What three numbers have an average of 780?
Part 1: Understanding the Problem
We're looking for three numbers whose average is 780. This means if we add these three numbers together and divide by 3, we should get 780.
Step-by-step Solution:
- Recall the average formula: Average = (Sum of numbers) / (Count of numbers)
- In this case: 780 = (x + y + z) / 3
- To find the sum, multiply both sides by 3: 780 * 3 = x + y + z
- So, the sum of our three numbers should be: 2340
Part 2: Finding Solutions
Now, let's find multiple sets of three numbers that add up to 2340.
Solution 1:
780, 780, 780
Verification:
(780 + 780 + 780) / 3 = 2340 / 3 ≈ 780
This solution is correct!
Solution 2:
780, 780, 780
Verification:
(780 + 780 + 780) / 3 = 2340 / 3 ≈ 780
This solution is correct!
Solution 3:
917, 1215, 208
Verification:
(917 + 1215 + 208) / 3 = 2340 / 3 ≈ 780
This solution is correct!
Solution 4:
1430, 220, 690
Verification:
(1430 + 220 + 690) / 3 = 2340 / 3 ≈ 780
This solution is correct!
Solution 5:
1866, 181, 293
Verification:
(1866 + 181 + 293) / 3 = 2340 / 3 ≈ 780
This solution is correct!
Explanation:
As you can see, there are many possible solutions.

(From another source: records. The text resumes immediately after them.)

import { scanDateTime, type DateTimeScan } from '../dates/scan-date-time'
import { labelWords } from './split-header'
import { HEADER_WORDS } from './header-words'

export interface StatedStart {
  readonly text: string
  readonly scan: DateTimeScan
}

/** Start of the log as its preamble states it: one entry with date and time, or a date and a time in two entries. */
export function findStart(preamble: readonly { readonly key: string; readonly value: string }[]): StatedStart | null {
  let date: StatedStart | null = null
  let time: StatedStart | null = null
  let full: StatedStart | null = null
  for (const { key, value } of preamble) {
    const words = labelWords(key)
    const isStart = words.some((word) => HEADER_WORDS.start.has(word))
    const isDate = words.some((word) => HEADER_WORDS.date.has(word))
    const isTime = words.some((word) => HEADER_WORDS.clockTime.has(word))
    if (!isStart && !isDate && !isTime) continue
    const text = value.replace(/^(at|am|um|on|le)\s+/i, '').trim()
    const scan = scanDateTime(text)
    if (scan === null) continue
    if (scan.fields !== null && scan.secondOfDay !== null) {
      if (full === null || isStart) full = { text, scan }
    } else if (scan.fields !== null) date ??= { text, scan }
    else time ??= { text, scan }
  }
  if (full !== null) return full
  if (date === null) return null
  if (time === null) return date
  const text = `${date.text} ${time.text}`
  const scan = scanDateTime(text)
  return scan === null ? date : { text, scan }
}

We can find more by:
- Choosing any two numbers
- Subtracting their sum from 2340 to get the third number
Remember:
- The numbers don't have to be whole numbers.
- They can even be negative (although that might not make sense in some real-world contexts).
- The order of the numbers doesn't matter for the average.